Along with spiffs to increase your AOV, ensure your incentive compensation program has goal congruence. This will generate more revenue, more bottom line. You can also assess your labor expenses and covert as much as possible to a variable cost (part-time tasting room staff) and outsource non-critical functions.

If we reinforce the benefits of the private experiences we offer (less social gathering/social distance), focus on the local guests (those who are in easy travel distance to wine country since they’re not flying off to Europe now), and offer club members to ‘share’ their member benefits with local friends, we can make the most of what traffic we are getting into our tasting rooms.

What if the tasting rooms have to be closed? There are other ways to generate revenue.

Leverage Phone and Ecommerce Sales

People may not want to leave home, but they do want to drink! Don’t forget about other DTC Sales channels such as phone and e-commerce. Phone sales could mean having a wine club coordinator call a few top members each day to see if they need any wine. Or, a bigger, more coordinated phone campaign could help raise the total revenue. We should be focusing on core, loyal customers (it’s less expensive than getting new ones), and beyond just our wine club members. We can also focus on our Top 50, 100, 500 with account management-type attention. (This is the 80:20 rule – roughly 80% of the effects come from 20% of the causes, so focus on the 20% that will get you the best results.)
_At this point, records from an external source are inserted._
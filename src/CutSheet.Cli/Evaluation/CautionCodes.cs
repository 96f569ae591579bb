using CutSheet.Language.Diagnostics;

namespace CutSheet.Cli.Evaluation;

/// <summary>The diagnostic codes by which the language reports cautions.</summary>
internal static class CautionCodes
{
    /// <summary>A raised notice, caution or warning, or a call outside a function's validity range, not accepted.</summary>
    public static bool IsUnaccepted(string code) => code is
        DiagnosticCodes.NoticeRaised or DiagnosticCodes.CautionRaised or DiagnosticCodes.WarningRaised or DiagnosticCodes.OutsideValidity;
}
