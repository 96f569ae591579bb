using System.Text.Json;
using CutSheet.LanguageServer.Protocol;
using StreamJsonRpc;
using StreamJsonRpc.Protocol;

namespace CutSheet.LanguageServer.Transport;

/// <summary>
/// The JSON-RPC connection with its error answers shaped: StreamJsonRpc would send the .NET
/// exception type and stack trace as error data. Here a guard's answer goes out as it was
/// made, parameters that do not fit the method's types are "invalid params", and anything
/// else is "internal error" with a plain message — never with data.
/// </summary>
public sealed class LspJsonRpc(IJsonRpcMessageHandler handler) : JsonRpc(handler)
{
    protected override JsonRpcError.ErrorDetail CreateErrorDetails(JsonRpcRequest request, Exception exception)
    {
        var inner = exception is AggregateException { InnerExceptions.Count: 1 } a ? a.InnerExceptions[0] : exception;
        return inner switch
        {
            LocalRpcException local => new JsonRpcError.ErrorDetail { Code = (JsonRpcErrorCode)local.ErrorCode, Message = local.Message },
            JsonException or FormatException or InvalidCastException or ArgumentException or RpcArgumentDeserializationException =>
                new JsonRpcError.ErrorDetail { Code = (JsonRpcErrorCode)ErrorCodes.InvalidParams, Message = ServerMessages.InvalidParams(request.Method ?? "?", inner.Message) },
            _ => new JsonRpcError.ErrorDetail { Code = (JsonRpcErrorCode)ErrorCodes.InternalError, Message = ServerMessages.InternalError },
        };
    }
}
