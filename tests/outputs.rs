//! Where rows go: targets that cannot be synced, writers that must not replace a file,
//! and a standard error that cannot be written.
//!
//! Source of every expectation here: the rules in docs/reliability.md (an existing file is
//! never replaced without --force; bad input exits 2, a failure while running 1; nothing
//! panics) and the POSIX fsync(2) page, which lets a target that cannot be synced (a pipe,
//! a FIFO, a character device) refuse with EINVAL.

mod common;

use std::io::Read;
use std::process::Stdio;
use std::time::Duration;

use common::*;

/// Asserts a run succeeded, showing what it said if not.
fn succeeded(out: &std::process::Output) {
    let said = String::from_utf8_lossy(&out.stderr);
    assert!(out.status.success(), "{said}");
}

fn demo_record(out: &str, extra: &[&str]) -> std::process::Output {
    let mut command = bin();
    command
        .args(["record", "--demo", "--fast", "--duration", "3s"])
        .args(["--out", out])
        .args(extra);
    output(&mut command)
}

#[test]
fn outputs_that_cannot_be_synced_take_the_whole_run() {
    let out = demo_record("/dev/null", &["--force"]);
    let said = String::from_utf8_lossy(&out.stderr);
    assert!(out.status.success(), "/dev/null: {said}");
    assert!(said.contains("3 rows to /dev/null"), "{said}");

    let mut command = bin();
    command
        .args(["record", "--demo", "--fast", "--duration", "3s", "--force"])
        .args(["--out", "/dev/stdout"])
        .stdout(Stdio::piped())
        .stderr(Stdio::piped());
    let piped = spawn(&mut command).wait_with_output().unwrap();
    succeeded(&piped);
    let text = String::from_utf8_lossy(&piped.stdout);
    assert_eq!(
        text.lines().filter(|l| l.starts_with("1.0")).count(),
        1,
        "{text}"
    );
}

#[test]
fn a_fifo_as_the_output_takes_every_row() {
    let tmp = scratch("fifo-out");
    let dir = tmp.path();
    let pipe = fifo(dir, "rows.fifo");
    let reader = {
        let pipe = pipe.clone();
        std::thread::spawn(move || {
            let mut text = String::new();
            std::fs::File::open(pipe)
                .unwrap()
                .read_to_string(&mut text)
                .unwrap();
            text
        })
    };
    let out = demo_record(pipe.to_str().unwrap(), &["--force"]);
    succeeded(&out);
    let text = reader.join().unwrap();
    let data = text.lines().filter(|l| !l.starts_with('#')).count();
    assert_eq!(data, 1 + 3, "header and three rows: {text}");
}

#[test]
fn fit_can_write_its_profile_to_dev_null() {
    let tmp = scratch("fit-null");
    let dir = tmp.path();
    let points = dir.join("points.csv");
    let mut csv = String::from("applied,counts\n");
    // Source: worked example by hand: a log detector of 25 counts per dB, -80 dBm at 0.
    for dbm in [-60, -45, -30, -15, 0] {
        csv.push_str(&format!("{dbm}dBm,{}\n", 25 * (dbm + 80)));
    }
    std::fs::write(&points, csv).unwrap();
    let mut command = bin();
    command.args(["fit", points.to_str().unwrap(), "--model", "log"]);
    command.args(FIT_ADC_AND_FREQ);
    command.args(["--out", "/dev/null", "--force"]);
    let out = output(&mut command);
    succeeded(&out);
}

#[test]
fn sim_refuses_to_replace_a_file_without_force() {
    let tmp = scratch("sim-out");
    let dir = tmp.path();
    let path = dir.join("capture.txt");
    std::fs::write(&path, "keep me\n").unwrap();
    let sim = |extra: &[&str]| {
        let mut command = bin();
        command.args(["sim", "--seconds", "0.1", "--out", path.to_str().unwrap()]);
        output(command.args(extra))
    };
    let refused = sim(&[]);
    assert_eq!(refused.status.code(), Some(2));
    let said = String::from_utf8_lossy(&refused.stderr);
    assert!(
        said.contains("already exists") && said.contains("--force"),
        "{said}"
    );
    assert_eq!(std::fs::read_to_string(&path).unwrap(), "keep me\n");
    let replaced = sim(&["--force"]);
    assert!(replaced.status.success());
    // 0.1 s at the default 1000 samples/s.
    assert_eq!(std::fs::read_to_string(&path).unwrap().lines().count(), 100);
}

/// Runs the binary with its standard error on /dev/full, where every write fails.
fn with_full_stderr(args: &[&str]) -> std::process::ExitStatus {
    let full = std::fs::OpenOptions::new()
        .write(true)
        .open("/dev/full")
        .unwrap();
    let mut command = bin();
    command.args(args).stdout(Stdio::null()).stderr(full);
    wait(spawn(&mut command), Duration::from_secs(60))
}

#[test]
fn an_unwritable_standard_error_never_panics() {
    let tmp = scratch("full-stderr");
    let dir = tmp.path();
    let log = dir.join("log.csv");
    let status = with_full_stderr(&["check", "no-such-profile.toml"]);
    assert_eq!(status.code(), Some(2), "check of a missing profile");
    let args = ["record", "--demo", "--fast", "--duration", "2s", "--out"];
    let status = with_full_stderr(&[&args[..], &[log.to_str().unwrap()]].concat());
    assert_eq!(
        status.code(),
        Some(0),
        "record, whose summary goes to stderr"
    );
    assert_eq!(rows(&log).1.len(), 2);
    let status = with_full_stderr(&["report", "no-such-log.csv"]);
    assert_eq!(status.code(), Some(2), "report of a missing log");
}

/// A three-row log of one channel, one row a second.
fn three_row_log(dir: &std::path::Path, name: &str) -> std::path::PathBuf {
    let path = dir.join(name);
    let out = demo_record(path.to_str().unwrap(), &[]);
    assert!(out.status.success());
    path
}

fn append(out: &std::path::Path, extra: &[&str]) -> std::process::Output {
    let mut command = bin();
    command
        .args(["record", "--append", "--out", out.to_str().unwrap()])
        .args(extra);
    output(&mut command)
}

fn refused_unchanged(out: &std::path::Path, extra: &[&str], words: &[&str]) {
    let before = std::fs::read(out).unwrap();
    let got = append(out, extra);
    let said = String::from_utf8_lossy(&got.stderr);
    assert_eq!(got.status.code(), Some(2), "{extra:?}: {said}");
    for word in words {
        assert!(said.contains(word), "{extra:?} says {word:?}: {said}");
    }
    assert_eq!(
        std::fs::read(out).unwrap(),
        before,
        "{extra:?} left the log as it was"
    );
}
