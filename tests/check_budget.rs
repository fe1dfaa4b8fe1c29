//! `check`'s frequency correction (the table and the roll-off fitted to it) and its
//! uncertainty budget, read from the output as a user reads them, and from `--json`.

mod common;

use std::collections::BTreeMap;
use std::path::Path;

use dbtrail::calibration::Calibration;
use dbtrail::profile::load_profile;
use dbtrail::uncertainty::Uncertainty;

const DEMO: &str = "profiles/demo-diode.toml";

fn check(args: &[&str]) -> String {
    let out = common::output(common::bin().arg("check").args(args));
    assert!(
        out.status.success(),
        "{}",
        String::from_utf8_lossy(&out.stderr)
    );
    String::from_utf8(out.stdout).unwrap()
}

fn check_json(args: &[&str]) -> serde_json::Value {
    let mut with_json = args.to_vec();
    with_json.push("--json");
    serde_json::from_str(&check(&with_json)).unwrap()
}

/// The indented lines under the line `header`, up to the first that is not indented
/// four spaces or is a footnote in brackets, each split at the label column.
fn lines_under<'a>(text: &'a str, header: &str) -> Vec<(String, &'a str)> {
    let start = text
        .lines()
        .position(|l| l == header)
        .unwrap_or_else(|| panic!("no `{header}` in\n{text}"));
    text.lines()
        .skip(start + 1)
        .take_while(|l| l.starts_with("    ") && !l.starts_with("    ("))
        .map(|l| {
            let (label, rest) = l.split_at(28);
            (label.trim().to_string(), rest)
        })
        .collect()
}
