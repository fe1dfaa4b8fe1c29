//! The live screen's state, and `update`, the one function that changes it. Nothing here
//! touches the terminal: effects the loop must carry out come back as [`Command`]s, and
//! what became of them comes back as [`AppEvent`]s. The fields are private to this module;
//! [`draw`] is a child of it so that it can read them, and takes `&App`, so it cannot
//! change them.

pub mod board;
pub mod coupled;
#[cfg(test)]
mod coupled_tests;
pub mod draw;
#[cfg(test)]
mod tests;
#[cfg(test)]
mod thermal_tests;
pub mod zero;

use std::path::PathBuf;
use std::sync::Arc;

use ratatui::crossterm::event::{KeyCode, KeyEvent, KeyEventKind, KeyModifiers};

use dbtrail::calibration::{Calibration, Flags, Reading, NOT_A_VALUE};
use dbtrail::coupler::{Coupler, CouplerCalibration};
use dbtrail::events::Event;
use dbtrail::link::LinkSnapshot;
use dbtrail::profile::Profile;
use dbtrail::stats::{Averager, Averaging, PowerStats, Settle, Trend};
use dbtrail::uncertainty::{Budget, Uncertainty};
use dbtrail::units::{parse_db, parse_frequency};

use super::line::LineEdit;
use super::noise::{CountWindow, ReadingSpread};
use board::Board;
use coupled::CoupledRun;
use zero::{ZeroOutcome, ZeroTake, COUPLER_ZERO_REFUSED};

/// Everything that can happen to the screen.
#[derive(Debug, Clone)]
pub enum AppEvent {
    /// A key was pressed.
    Key(KeyEvent),
    /// Time has passed; `now` is source time in seconds.
    Tick { now: f64 },
    /// Samples and link events from the source, oldest first.
    Samples(Vec<Event>),
    /// The source's link counters.
    Link(LinkSnapshot),
    /// A replay has reached the end of its file: nothing more will come.
    SourceEnded,
    /// The log asked for could not be opened: the prompt comes back with the name and why.
    LogRefused {
        /// The name given.
        path: PathBuf,
        /// Why, and what to do.
        error: String,
    },
    /// A log was opened and takes rows from now on.
    LogOpened(PathBuf),
    /// The open log holds this many rows.
    LogRows(u64),
    /// The open log was closed, and why.
    LogClosed {
        /// Its file.
        path: PathBuf,
        /// Rows it holds.
        rows: u64,
        /// Why it was closed.
        why: LogEnd,
    },
}
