impl Desk {
    /// The prompt for the next line.
    pub fn prompt(&self) -> String {
        match (self.stage, &self.session.freq_level) {
            (Stage::Frequencies, Some((level, _))) => format!("frequency at {level}> "),
            _ => "level> ".into(),
        }
    }

    /// Takes one line of input.
    pub fn handle(&mut self, line: &str) -> Outcome {
        let line = line.trim();
        let mut words = line.split_whitespace();
        let first = words.next().unwrap_or("");
        let rest: Vec<&str> = words.collect();
        let result = match (first, rest.as_slice()) {
            ("", _) => Ok(String::new()),
            ("help" | "?", _) => Ok(HELP.to_string()),
            ("save", _) => return self.save(),
            ("quit" | "exit", _) => return Outcome::Quit,
            ("list", _) => Ok(self.report()),
            ("delete" | "del", [n]) => self.delete(n),
            ("redo", [n]) => self.redo(n),
            ("model", [name]) => self.set_model(name),
            ("freq", [level]) => self.start_frequencies(level),
            ("levels", []) => {
                self.stage = Stage::Levels;
                Ok("back to levels at the reference frequency".into())
            }
            _ => self.entry(line),
        };
        Outcome::Continue(
            result.unwrap_or_else(|e| format!("{e}\n(nothing was changed; the session goes on)")),
        )
    }

    fn entry(&mut self, text: &str) -> anyhow::Result<String> {
        match self.stage {
            Stage::Levels => {
                let (_, dbm) = self
                    .session
                    .parse_level(text)
                    .map_err(|e| anyhow!("{e}\n(type `help` for the commands)"))?;
                let measured = self.measure((dbm, self.reference_hz))?;
                self.session.add(text, measured)?;
                Ok(format!("{}\n{}", describe(&measured), self.report()))
            }
            Stage::Frequencies => {
                let hz = parse_frequency(text).map_err(|e| {
                    anyhow!("{e}\n(in the frequency stage enter a frequency; `levels` goes back)")
                })?;
                let (_, dbm) = self
                    .session
                    .freq_level
                    .clone()
                    .context("no level for the frequency stage")?;
                let measured = self.measure((dbm, hz))?;
                let correction = self.session.add_frequency(hz, measured)?;
                Ok(format!(
                    "{}\ncorrection at {}: {correction:+.3} dB (true minus indicated)\n{}",
                    describe(&measured),
                    Si::new(hz, "Hz"),
                    self.frequency_report()
                ))
            }
        }
    }

    fn measure(&mut self, applied: (f64, f64)) -> anyhow::Result<Measured> {
        self.bench.discard_backlog();
        let limit = Duration::from_secs_f64(self.rule.timeout_s + 60.0);
        Ok(measure(
            self.bench.samples(applied, limit),
            &self.rule,
            self.span,
        )?)
    }

    fn point_number(text: &str) -> anyhow::Result<usize> {
        text.parse()
            .map_err(|_| anyhow!("`{text}` is not a point number; the points are numbered from 1"))
    }

    fn delete(&mut self, n: &str) -> anyhow::Result<String> {
        let removed = self.session.delete(Self::point_number(n)?)?;
        Ok(format!(
            "deleted point {n} ({})\n{}",
            removed.applied,
            self.report()
        ))
    }

    fn redo(&mut self, n: &str) -> anyhow::Result<String> {
        let number = Self::point_number(n)?;
        let point = self
            .session
            .points
            .get(number.wrapping_sub(1))
            .cloned()
            .ok_or(dbtrail::capture::SessionError::NoPoint(number))?;
        let dbm = point.level.power(self.session.ohms()).dbm();
        let measured = self.measure((dbm, self.reference_hz))?;
        self.session.redo(number, measured)?;
        Ok(format!(
            "redid point {number} ({}): {}\n{}",
            point.applied,
            describe(&measured),
            self.report()
        ))
    }

    fn set_model(&mut self, name: &str) -> anyhow::Result<String> {
        self.session.model = ModelKind::from_name(name)
            .ok_or_else(|| anyhow!("unknown model `{name}`; choose table, diode or log"))?;
        Ok(format!("the {name} model will be saved\n{}", self.report()))
    }

    fn start_frequencies(&mut self, level: &str) -> anyhow::Result<String> {
        self.session.start_frequency_stage(level)?;
        self.stage = Stage::Frequencies;
        Ok(format!(
            "frequency stage: keep the generator at {level} and enter each frequency you set it to \
             (e.g. 146MHz); `levels` goes back, `save` writes the profile"
        ))
    }

    /// The points with each model's fit, the RMS errors and the warnings.
    pub fn report(&self) -> String {
        let session = &self.session;
        let cal_points = session.cal_points();
        let fits: Vec<(ModelKind, Option<Vec<f64>>)> =
            [ModelKind::Table, ModelKind::Log, ModelKind::Diode]
                .into_iter()
                .map(|kind| {
                    let errors = match kind {
                        ModelKind::Table => Some(
                            leave_one_out_db(&cal_points, dbtrail::detector::Axis::LogVolts)
                                .iter()
                                .map(|e| e.unwrap_or(f64::NAN))
                                .collect(),
                        ),
                        _ => session.fitted(kind).ok().map(|p| p.residuals_db()),
                    };
                    (
                        kind,
                        errors.filter(|_| session.points.len() >= kind.min_points()),
                    )
                })
                .collect();
        let mut out = String::from(" #  applied          counts      ±std       n");
        for (kind, _) in &fits {
            let _ = write!(out, "  {:>9}", format!("{} dB", kind.name()));
        }
        out.push('\n');
        for (i, p) in session.points.iter().enumerate() {
            let m = &p.measured;
            let _ = write!(
                out,
                "{:>2}  {:<12} {:>10.2} {:>9.2} {:>7}",
                i + 1,
                p.applied,
                m.counts,
                m.std_counts,
                m.samples
            );
            for (_, errors) in &fits {
                let cell = errors
                    .as_ref()
                    .and_then(|e| e.get(i))
                    .filter(|e| e.is_finite());
                let _ = write!(
                    out,
                    "  {:>9}",
                    cell.map_or("·".to_string(), |e| format!("{e:+.3}"))
                );
            }
            out.push('\n');
        }
        let _ = write!(out, "    RMS error{:>38}", "");
        for (_, errors) in &fits {
            let finite: Vec<f64> = errors
                .iter()
                .flatten()
                .copied()
                .filter(|e| e.is_finite())
                .collect();
            let _ = write!(
                out,
                "  {:>9}",
                if finite.is_empty() {
                    "·".into()
                } else {
                    format!("{:.3}", rms(&finite))
                }
            );
        }
        let _ = writeln!(
            out,
            "\n    (model minus applied, dB; for the table, the error when that point is left out)"
        );
        let _ = writeln!(out, "    saving model: {}", session.model);
        for warning in session.warnings() {
            let _ = writeln!(out, "  ! {warning}");
        }
        out
    }

    fn frequency_report(&self) -> String {
        let mut out = String::from("  frequency      counts   correction dB\n");
        for e in &self.session.freq_entries {
            let c = self
                .session
                .correction_at(e.hz)
                .map_or("·".into(), |c| format!("{c:+.3}"));
            let _ = writeln!(
                out,
                "  {:<12} {:>9.2} {:>12}",
                Si::new(e.hz, "Hz").to_string(),
                e.measured.counts,
                c
            );
        }
        out
    }

    fn save(&mut self) -> Outcome {
        match self.write_files() {
            Ok(text) => Outcome::Saved(text),
            Err(e) => {
                Outcome::Continue(format!("{e:#}\n(nothing was written; the session goes on)"))
            }
        }
    }

    fn write_files(&self) -> anyhow::Result<String> {
        let header = format!(
            "Written by dbtrail calibrate from {}.\nLevels applied at the detector input at {}; the raw points are kept below and in {}.",
            self.source,
            Si::new(self.reference_hz, "Hz"),
            points_path(&self.out).display()
        );
        let profile = self.session.profile_text(&header)?;
        let points = points_path(&self.out);
        write_new(&self.out, &profile, self.force)?;
        write_new(&points, &self.session.points_csv(), self.force)?;
        Ok(format!(
            "wrote {} and {}",
            self.out.display(),
            points.display()
        ))
    }
}
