//! The ASCII mode: lines of decimal counts, with a word-at-a-time path for the plain
//! one-number lines of fast streams.

use super::{DecodeStats, Frame, FrameSink, MAX_CHANNELS, MAX_LINE};

/// Decodes ASCII lines.
#[derive(Debug, Clone, Default)]
pub struct AsciiDecoder {
    line: Vec<u8>,
    discarding: bool,
    skip_partial: bool,
    channels: Option<usize>,
    /// True after a bad or over-long line: the stream may be noise (a wrong baud rate, a
    /// loose wire), where a short run of digits between two line ends happens by chance.
    suspect: bool,
    /// The first good line after a bad one, held until the next line shows the stream is
    /// sound again.
    held: Option<Frame>,
}

impl AsciiDecoder {
    /// A decoder for a stream read from its start.
    pub fn new() -> Self {
        AsciiDecoder {
            line: Vec::with_capacity(256),
            ..Default::default()
        }
    }

    /// Forgets any partial line and the channel count learned, and skips up to the next
    /// line end, as after joining a stream part-way (a reconnect, perhaps of a device now
    /// sending another number of channels).
    pub fn resync(&mut self) {
        self.line.clear();
        self.discarding = false;
        self.skip_partial = true;
        self.suspect = false;
        self.held = None;
        self.channels = None;
    }

    /// Decodes `bytes`, appending samples to `out`.
    pub fn feed(&mut self, mut bytes: &[u8], stats: &mut DecodeStats, out: &mut impl FrameSink) {
        while let Some(end) = self.next_line_end(&mut bytes, stats, out) {
            if self.line.is_empty() && !self.discarding && !self.skip_partial {
                // The same length rule as for a line gathered over several reads.
                if end > MAX_LINE {
                    stats.long_lines += 1;
                    self.distrust(stats);
                } else {
                    self.finish_line(&bytes[..end], stats, out);
                }
            } else {
                self.keep(&bytes[..end]);
                let line = std::mem::take(&mut self.line);
                self.end_line(&line, stats, out);
                self.line = line;
                self.line.clear();
            }
            bytes = &bytes[end + 1..];
        }
        self.keep(bytes);
    }

    /// Where the next line that needs the general path ends. On the way it takes, without
    /// copying or searching, the plain lines of one number and LF that make up most
    /// high-rate streams (the hot path: a few operations per sample).
    #[inline]
    fn next_line_end(
        &mut self,
        bytes: &mut &[u8],
        stats: &mut DecodeStats,
        out: &mut impl FrameSink,
    ) -> Option<usize> {
        if self.on_plain_path() {
            let mut cursor = Cursor::new(bytes);
            let taken = plain_lines(&mut cursor, |v| out.push_singles(v));
            self.took_plain(taken, stats);
            *bytes = &bytes[cursor.at..];
        }
        memchr::memchr2(b'\n', b'\r', bytes)
    }

    /// True when the next line may be a plain one-number line read in place.
    fn on_plain_path(&self) -> bool {
        self.channels.is_none_or(|n| n == 1)
            && !self.suspect
            && self.line.is_empty()
            && !self.discarding
            && !self.skip_partial
    }

    fn took_plain(&mut self, lines: u64, stats: &mut DecodeStats) {
        if lines > 0 {
            self.channels = Some(1);
            stats.frames += lines;
        }
    }

    /// Ends the stream: a last line without a line end still counts.
    pub fn finish(&mut self, stats: &mut DecodeStats, out: &mut impl FrameSink) {
        if !self.line.is_empty() || self.discarding {
            let line = std::mem::take(&mut self.line);
            self.end_line(&line, stats, out);
        }
        // The stream ended cleanly after the held line: nothing says it is noise.
        if let Some(frame) = self.held.take() {
            self.emit(&frame, stats, out);
        }
    }

    fn keep(&mut self, part: &[u8]) {
        if self.discarding || self.skip_partial {
            return;
        }
        if self.line.len() + part.len() > MAX_LINE {
            self.discarding = true;
            self.line.clear();
        } else {
            self.line.extend_from_slice(part);
        }
    }

    fn end_line(&mut self, line: &[u8], stats: &mut DecodeStats, out: &mut impl FrameSink) {
        if self.skip_partial {
            self.skip_partial = false;
        } else if self.discarding {
            self.discarding = false;
            stats.long_lines += 1;
            self.distrust(stats);
        } else {
            self.finish_line(line, stats, out);
        }
    }

    fn finish_line(&mut self, line: &[u8], stats: &mut DecodeStats, out: &mut impl FrameSink) {
        let line = trim(line);
        if line.is_empty() {
            return;
        }
        if line[0] == b'#' {
            stats.comments += 1;
            return;
        }
        let expected = self.channels.or(self.held.map(|f| f.channels()));
        match parse_counts(line) {
            Some(frame) if expected.is_none_or(|n| n == frame.channels()) => {
                if !self.suspect {
                    self.emit(&frame, stats, out);
                } else if let Some(first) = self.held.take() {
                    self.suspect = false;
                    self.emit(&first, stats, out);
                    self.emit(&frame, stats, out);
                } else {
                    self.held = Some(frame);
                }
            }
            _ => {
                stats.bad_lines += 1;
                self.distrust(stats);
            }
        }
    }

    fn emit(&mut self, frame: &Frame, stats: &mut DecodeStats, out: &mut impl FrameSink) {
        self.channels = Some(frame.channels());
        stats.frames += 1;
        out.push_frame(frame);
    }

    /// After a bad line, a lone good-looking line is as likely chance as data: it is
    /// counted bad too, and the next good line is held.
    fn distrust(&mut self, stats: &mut DecodeStats) {
        if self.held.take().is_some() {
            stats.bad_lines += 1;
        }
        self.suspect = true;
    }
}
WISE is also changing the way we do business by offering video-conferencing for our courses and doing a lot more phone-sales training. We all need to leverage the assets we have in our business to ride out the storm.

Find ways to connect with customers/guests online through e-commerce and social media to promote ‘long-distance’ relationships to keep the community feeling connected. Drinking wine and social interactions go hand-in-hand, so let’s find ways to do that… with at least six feet of social distance. Ecommerce sales are also a great way to drive sales. If you don’t regularly email your database, now is the time to start! Emails should have a clear call to action with photography; less text is better. Include an offer to incentivize purchase. Our friends at WineGlass Marketing report that shipping offers regularly outperform discounts.

 Accept Wine Club Cancellations Graciously

We are hearing about an increase in the number of people citing economic issues when canceling their wine club. Remember that people are feeling panicked both by the idea of a pandemic and as they watch the stock market. Be gracious when people cancel and make it easy for them. This will pass and you want them to think of your brand favorably. We can be more proactive with member holds and focus on credit card declines. And, do a come-back campaign after the news has subsided and the markets normalize.

We have survived fires, floods, and power outages. This, too, shall pass, and we will get back to normal. But while we are in the midst of the crisis, let’s use our best sales practices to keep our revenue from falling behind. And think, how many of these ideas are good to do anyway, even if we were not preparing for the next recession? All of them.